Posted on 6th February 2020

Almost all brewers we meet also have a general interest in all foods and beverages, ourselves included. We have made various fermented foods at home and the experiments carry on here with Kombucha. I wont go on to describe what it is as this is covered elsewhere but if you have not tried it I urge you to give it a go. It is now widely available in the supermarkets, my current favourite is https://www.kevita.com/ginger/ So, with that in mind I thought I would have a go and get somewhere close.

We stock SCOBY from Whitelabs  and also as a complete kit from Mad Millie. As we already have the the equipment and I wanted to make more that a litre I choose to use the SCOBY from Whitelabs. I researched the method online and made my own adjustments where I saw fit, after all this is an experiment, I will be learning by failure as much as success;) I also thought that by making a bigger batch I am able to, once fermented, split the batch into different demijohns and add a range of flavours.

The Equipment needed is limited, anyone who has brewed a beer kit will have all that is necessary. Since I wanted my batch to be 15 litres I chose a simple 16 litre plastic fermenter, importantly I added a tap close to the bottom, this will be handy later.
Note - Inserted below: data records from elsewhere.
impl<'a, T: Scalar, R: Stencil5<T> + ?Sized> Sweep<'a, T, R> {
    /// The passes over `fine`, with pass 0 testing symmetry to `rel_tol` relative.
    pub(super) fn new(fine: &'a R, rel_tol: f64) -> Self {
        let g = fine.grid();
        let (nx, ny) = (g.nx(), g.ny());
        let fixed = fine.fixed();
        let mut clear = vec![true; ny];
        for &k in fixed.map_or(&[][..], |f| f.cells()) {
            let (i, j) = (k % nx, k / nx);
            if j < ny && i != 0 && i + 1 != nx {
                clear[j] = false;
            }
        }
        Sweep {
            fine,
            fixed,
            nx,
            ny,
            ncx: nx.div_ceil(2),
            ax: Axis { n: nx },
            ay: Axis { n: ny },
            rel_tol,
            clear,
            _scalar: PhantomData,
        }
    }

    /// Whether fine cell `k` is an unknown.
    #[inline]
    fn active_fine(&self, k: usize) -> bool {
        !self.fixed.is_some_and(|f| f.contains(k))
    }

    /// The symmetry test: two couplings differ by more than the relative tolerance. (Equal
    /// couplings never differ; `&` rather than `&&`, so that a loop of tests has no
    /// branches.)
    #[inline]
    fn differ(&self, a: T, b: T) -> bool {
        let (wide_a, wide_b) = (to_f64(a), to_f64(b));
        (a != b) & ((wide_a - wide_b).abs() > self.rel_tol * wide_a.abs().max(wide_b.abs()))
    }

    /// The columns of row `j` that take the fast paths of passes 1 and 2 (whole pairs of
    /// cells, from an odd column).
    fn fast_cols(&self, j: usize) -> Range<usize> {
        let (nx, ny) = (self.nx, self.ny);
        if nx >= 8 && j >= 2 && j + 2 < ny && self.clear[j - 2..=j + 2].iter().all(|&c| c) {
            3..3 + 2 * ((nx - 6) / 2)
        } else {
            0..0
        }
    }

    /// The eliminated north couplings of row `j` (zero at inactive cells): what pass 0 of
    /// row `j + 1` tests its south couplings against.
    pub(super) fn north_couplings(&self, j: usize, out: &mut [T]) {
        for (i, o) in out.iter_mut().enumerate().take(self.nx) {
            let active = self.active_fine(i + self.nx * j);
            *o = if active {
                self.fine.eliminated_coeffs(i, j).north
            } else {
                T::zero()
            };
        }
    }

    /// Half-cell conductance from fine cell `(i, j)` to its aggregate's centre along x (None:
    /// the aggregate is one active cell wide there, so the cell is the centre); `east` holds
    /// the rows from `first` on.
    #[inline]
    fn half_x(&self, east: &[T], first: usize, i: usize, j: usize) -> Option<T> {
        let nx = self.nx;
        let sib = if i % 2 == 0 { i + 1 } else { i - 1 };
        if sib >= nx || !self.active_fine(sib + nx * j) {
            return None;
        }
        Some(lit::<T>(2.0) * east[i.min(sib) + nx * (j - first)])
    }

    /// As [`half_x`](Self::half_x) along y.
    #[inline]
    fn half_y(&self, north: &[T], first: usize, i: usize, j: usize) -> Option<T> {
        let nx = self.nx;
        let sib = if j % 2 == 0 { j + 1 } else { j - 1 };
        if sib >= self.ny || !self.active_fine(i + nx * sib) {
            return None;
        }
        Some(lit::<T>(2.0) * north[i + nx * (j.min(sib) - first)])
    }

    /// Pass 0 on row `j`: conductances, excess, and which aggregates carry an unknown; cells
    /// 1 to nx − 2 of a clear row take the fast path. `east`, `north`, `excess` hold the
    /// rows from `first` on, `active` the coarse rows from `active_first` on; `north_below`
    /// holds the north couplings of row `j − 1` and gets row `j`'s. False if a pair of
    /// couplings differs.
    #[allow(clippy::too_many_arguments)]
    pub(super) fn conductances(
        &self,
        j: usize,
        first: usize,
        (east, north, excess): (&mut [T], &mut [T], &mut [T]),
        (active, active_first): (&mut [bool], usize),
        north_below: &mut [T],
        scratch: &mut [T],
    ) -> bool {
        let (nx, ax) = (self.nx, self.ax);
        let fast = if self.clear[j] && nx >= 3 {
            1..nx - 1
        } else {
            0..0
        };
        let row = nx * (j - first);
        let coarse_row = self.ncx * (self.ay.parent(j) - active_first);
        let mut east_before = T::zero();
        for span in [0..fast.start, fast.clone(), fast.end..nx] {
            if span == fast && !fast.is_empty() {
                let found = (
                    &mut east[row..row + nx],
                    &mut north[row..row + nx],
                    &mut excess[row..row + nx],
                );
                let near = (&mut east_before, &mut north_below[..]);
                let differ = |a, b| self.differ(a, b);
                if !conductances_row(self.fine, j, fast.clone(), differ, near, found, scratch) {
                    return false;
                }
                active[coarse_row + ax.parent(fast.start)..=coarse_row + ax.parent(fast.end - 1)]
                    .fill(true);
                continue;
            }
            for i in span {
                let k = row + i;
                if !self.active_fine(i + nx * j) {
                    (east_before, north_below[i]) = (T::zero(), T::zero());
                    continue;
                }
                active[ax.parent(i) + coarse_row] = true;
                let c = self.fine.eliminated_coeffs(i, j);
                if (i > 0 && self.differ(east_before, c.west))
                    || (j > 0 && self.differ(north_below[i], c.south))
                {
                    return false;
                }
                (east_before, north_below[i]) = (c.east, c.north);
                east[k] = conductance(c.east);
                north[k] = conductance(c.north);
                let sum = c.center + c.west + c.east + c.south + c.north;
                excess[k] = if sum > T::zero() { sum } else { T::zero() };
            }
        }
        true
    }

    /// Pass 1 on row `j`: interpolation weights towards the neighbouring aggregates, into
    /// `wx`, `wy` (windows from `found.first` on, like `found`).
    pub(super) fn weights(&self, j: usize, found: Found<'_, T>, wx: &mut [T], wy: &mut [T]) {
        let (nx, ny, ax, ay) = (self.nx, self.ny, self.ax, self.ay);
        let Found {
            first,
            east,
            north,
            excess,
        } = found;
        let fast = self.fast_cols(j);
        FineConductances::new(east, north, nx, self.ncx, first).weights(j, fast.clone(), wx, wy);
        for i in (0..fast.start).chain(fast.end..nx) {
            let (g, k) = (i + nx * j, i + nx * (j - first));
            if !self.active_fine(g) {
                continue;
            }
            let (ci, cj) = (ax.parent(i), ay.parent(j));
            // Missing or fixed neighbours of this cell: its row-sum excess is shared among
            // them as the conductance to a zero-valued ghost beyond each.
            let missing = [
                i == 0 || !self.active_fine(g - 1),
                i + 1 == nx || !self.active_fine(g + 1),
                j == 0 || !self.active_fine(g - nx),
                j + 1 == ny || !self.active_fine(g + nx),
            ];
            let m = missing.iter().filter(|&&b| b).count();
            let ghost = if m > 0 {
                excess[k] / T::from(m).unwrap_or_else(T::one)
            } else {
                T::zero()
            };
            if 2 * ci + 1 < nx {
                // Paired in x: interpolate towards the outward side.
                let (out_missing, face, far) = if i % 2 == 1 {
                    (
                        missing[1],
                        if i + 1 < nx { east[k] } else { T::zero() },
                        i + 1,
                    )
                } else {
                    (
                        missing[0],
                        if i > 0 { east[k - 1] } else { T::zero() },
                        i.wrapping_sub(1),
                    )
                };
                let own = self.half_x(east, first, i, j);
                wx[k] = if out_missing {
                    -series(own, ghost, None).0
                } else if ax.neighbour(i) != ci {
                    series(own, face, self.half_x(east, first, far, j)).0
                } else {
                    T::zero()
                };
            }
            if 2 * cj + 1 < ny {
                let (out_missing, face, far) = if j % 2 == 1 {
                    (
                        missing[3],
                        if j + 1 < ny { north[k] } else { T::zero() },
                        j + 1,
                    )
                } else {
                    (
                        missing[2],
                        if j > 0 { north[k - nx] } else { T::zero() },
                        j.wrapping_sub(1),
                    )
                };
                let own = self.half_y(north, first, i, j);
                wy[k] = if out_missing {
                    -series(own, ghost, None).0
                } else if ay.neighbour(j) != cj {
                    series(own, face, self.half_y(north, first, i, far)).0
                } else {
                    T::zero()
                };
            }
        }
    }

    /// Pass 2 on row `j`: its additions into the coarse couplings and centers, in the cells'
    /// order. Each fine line's series conductance across a coarse face goes to the coarse
    /// lines that interpolate that fine line, in the proportions of the interpolation (a
    /// lumped Galerkin product in the cross direction), so the coarse operator sees the
    /// energy of the interpolated corrections. `wx`, `wy` are windows like `found`; `active`
    /// holds the coarse rows from `active_first` on; every coarse row the fine row adds into
    /// must be inside `out`.
    #[allow(clippy::too_many_arguments)]
    pub(super) fn couplings(
        &self,
        j: usize,
        found: Found<'_, T>,
        (wx, wy): (&[T], &[T]),
        (active, active_first): (&[bool], usize),
        out: &mut CoarseRows<'_, T>,
        scratch: &mut [T],
    ) {
        let (nx, ny, ncx, ax, ay) = (self.nx, self.ny, self.ncx, self.ax, self.ay);
        let half: T = lit(0.5);
        let Found {
            first,
            east,
            north,
            excess,
        } = found;
        let cj = ay.parent(j);
        let (active_base, base) = (ncx * active_first, ncx * out.first);
        let on = |kc: usize, fb: usize| if active[kc - active_base] { kc } else { fb };
        // Row-sum excess `e` (storage, fixed neighbours) of cell `i`, reached from the
        // coarse centre through the mean half-cell resistance, spread like the
        // interpolation.
        let spread = |rows: &mut [Coeffs5<T>], i: usize, gx, gy, e: T| {
            let (k, ci) = (i + nx * (j - first), ax.parent(i));
            let kc = ci + ncx * cj;
            let resist = |g: Option<T>| g.map_or(T::zero(), |g| ratio(T::one(), g));
            let r = resist(gx).min(resist(gy));
            let contribution = ratio(e, T::one() + e * r);
            let (pi, qi, pj, qj) = (ci, ax.neighbour(i), cj, ay.neighbour(j));
            let (wxk, wyk) = (T::one() - own_share(wx[k]), T::one() - own_share(wy[k]));
            let (ux, uy) = (T::one() - wxk, T::one() - wyk);
            for (target, w) in [
                (pi + ncx * pj, ux * uy),
                (qi + ncx * pj, wxk * uy),
                (pi + ncx * qj, ux * wyk),
                (qi + ncx * qj, wxk * wyk),
            ] {
                let t = on(target, kc) - base;
                rows[t].center = rows[t].center + w * contribution;
            }
        };
        let cell = |rows: &mut [Coeffs5<T>], i: usize| {
            let (g, k) = (i + nx * j, i + nx * (j - first));
            if !self.active_fine(g) {
                return;
            }
            let ci = ax.parent(i);
            let kc = ci + ncx * cj;
            let (gx, gy) = (
                self.half_x(east, first, i, j),
                self.half_y(north, first, i, j),
            );
            if i + 1 < nx && ax.parent(i + 1) != ci {
                let t = series(gx, east[k], self.half_x(east, first, i + 1, j)).1;
                let own = half * (own_share(wy[k]) + own_share(wy[k + 1]));
                let qj = ay.neighbour(j);
                let (a, b) = (on(ci + ncx * qj, kc), on(ci + 1 + ncx * qj, kc + 1));
                let (a, b) = if a == kc || b == kc + 1 {
                    (kc, kc + 1)
                } else {
                    (a, b)
                };
                for (l, r, share) in [(kc, kc + 1, own), (a, b, T::one() - own)] {
                    rows[l - base].east = rows[l - base].east - t * share;
                    rows[r - base].west = rows[r - base].west - t * share;
                }
            }
            if j + 1 < ny && ay.parent(j + 1) != cj {
                let t = series(gy, north[k], self.half_y(north, first, i, j + 1)).1;
                let own = half * (own_share(wx[k]) + own_share(wx[k + nx]));
                let qi = ax.neighbour(i);
                let up = kc + ncx;
                let (a, b) = (on(qi + ncx * cj, kc), on(qi + ncx * (cj + 1), up));
                let (a, b) = if a == kc || b == up { (kc, up) } else { (a, b) };
                for (l, r, share) in [(kc, up, own), (a, b, T::one() - own)] {
                    rows[l - base].north = rows[l - base].north - t * share;
                    rows[r - base].south = rows[r - base].south - t * share;
                }
            }
            if excess[k] > T::zero() {
                spread(rows, i, gx, gy, excess[k]);
            }
        };
        // In row order: the first cells, the fast interior, the last cells.
        let rows = &mut *out.rows;
        let fast = self.fast_cols(j);
        (0..fast.start).for_each(|i| cell(rows, i));
        FineConductances::new(east, north, nx, ncx, first).couplings(
            j,
            fast.clone(),
            (wx, wy, excess),
            (rows, out.first, scratch),
            |rows, i, gx, gy, e| spread(rows, i, Some(gx), Some(gy), e),
        );
        (fast.end..nx).for_each(|i| cell(rows, i));
    }
}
Ingredients required for a 15 litre batch:-

42 tea bags. No need to use anything special at this stage, it will be an experiment for another batch.

2.5kg of sugar, we have dextrose to hand so this is what I used, it does have the advantage of dissolving very easily.


Muslin cloth / straining bag to cover.


Place the teabags into the fermenter along with the sugar.

Top up with 10 litres of water at 90c and steep for 10 minutes. Then fish out your tea bags

Top up to your final volume using cold water. Your SCOBY can be added when the temperature is at about 20c.

Finally make sure that the vessel is covered, it is important that the SCOBY has full Oxygen / air coverage so muslin or a straining bag is much better than a lid, it needs to breath but you don’t want nasties getting in.

I will now leave for 5 days at about 20c, at which point I will start tasting. The idea is that the longer it is left the more tangy or acetic it becomes.  This is completely down to personal taste. If keeping the temperature at 20c is a problem think about investing in something like our heat plate, these are a really simple solution and cost just pennies to run per week.

In part 2 we will discuss how the fermentation progressed and flavours used, I plan to split the batch into 3 x 5 litres and flavour each one differently.